Just more story telling, lol....but 4 trips and we only heard the wolves once, told this on the Whitetail forum....we were camped where lake Whittlesey, spell? portages into Siskiwit….after dark and we hear a "moan"....I thought it was a cow moose stuck in a mud hole or something, that's what it sounded like....

Then another "moaner" joined in....then another & another & another....the last to join in was the deepest low "growl" of them all, now at a crescendo, lol....no howling at all....

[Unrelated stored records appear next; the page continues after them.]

import type { RefusalCode } from "@/lib/service/refusal";
import type { OperationFacts, Operation } from "./operation";

/** Codes that follow from what an operation is: what it asks for, whether it has input, computes or stores. */
function impliedCodes(operation: Operation): RefusalCode[] {
  const { request, scope, method, path } = operation;
  const codes: RefusalCode[] = ["not-acceptable", "too-many-requests", "internal", "busy", "invalid-input"];
  // A key may be sent everywhere; one that does not count is refused everywhere.
  codes.push("ambiguous-credentials", "invalid-key", "expired-key", "revoked-key", "key-not-allowed-in-url");
  codes.push("invalid-token", "origin-not-allowed");
  if (operation.widgets) codes.push("embed-withdrawn");
  if (scope !== "none") codes.push("missing-credentials");
  if (scope !== "none" && scope !== "any") codes.push("insufficient-scope");
  if (request.body) codes.push("malformed-json", "body-too-large", "unsupported-media-type");
  if (operation.computes) codes.push("quota-exhausted");
  if (operation.mayStore) codes.push("invalid-header", "idempotency-key-reused", "request-in-progress");
  if (method === "GET" && path.includes("{")) codes.push("not-found");
  return codes;
}

/** Every problem that an operation may answer with. */
export function problemCodes(operation: Operation): readonly RefusalCode[] {
  const declared: OperationFacts["errors"] = operation.errors;
  return [...new Set([...declared, ...impliedCodes(operation)])].sort();
}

When they stopped about a 1/2 dozen Loons all over the lake started doing their call, going nutz!!! pitch black out....it was crazy....and the only other campers with us from Wisconsin had a rabbit come flying into their tent and was bouncing off the tent walls, lol !....

Never knew what that "sound/call" vocalization meant....and still don't....but one reply on the other forum confirmed it....I finally looked it up on google and it is either (defensive or threatening) I think, still don't get that....but it was close and awesome, the Loons were a big surprise....

Good stuff, still am planning on another trip there by kayak hopefully....cheers....


----------



## MichMac (Oct 7, 2016)

Ash said:


> Let me know if you have any other questions.


Ash, thanks for the great videos, we've watched them all. We're flying into RH in Sept, 5 days/4 nights. First trip to IR for both of us. Planning on keeping hikes between camps less than 10 miles, with stays at Daisy Farm, Chickenbone, Richie and last night at Threemile. Hoping short hikes are easier on these 55+ yr olds and give more time for fishing and sightseeing. We'll be basing our packs on your list. Thanks again, I may ask for your advice as we get closer to the trip.


----------



## LooksMoosey (Aug 29, 2015)

MichMac said:


> Ash, thanks for the great videos, we've watched them all. We're flying into RH in Sept, 5 days/4 nights. First trip to IR for both of us. Planning on keeping hikes between camps less than 10 miles, with stays at Daisy Farm, Chickenbone, Richie and last night at Threemile. Hoping short hikes are easier on these 55+ yr olds and give more time for fishing and sightseeing. We'll be basing our packs on your list. Thanks again, I may ask for your advice as we get closer to the trip.


Thank you for watching!!! There’s some great fishing at Ritchie and Chickenbone. You’ll have a blast!! Feel free to message me anytime.


----------



## MichMac (Oct 7, 2016)

Ash said:


> Thank you for watching!!! There’s some great fishing at Ritchie and Chickenbone. You’ll have a blast!! Feel free to message me anytime.


Our trip was great! We ended up staying at Daisy Farm the first 3 nights, exploring with day hikes,














then Three mile on the way out. The scenery is incredible. Close encounters with fox and moose. Didn't make it to any of the inland lakes, that will be our next trip.


----------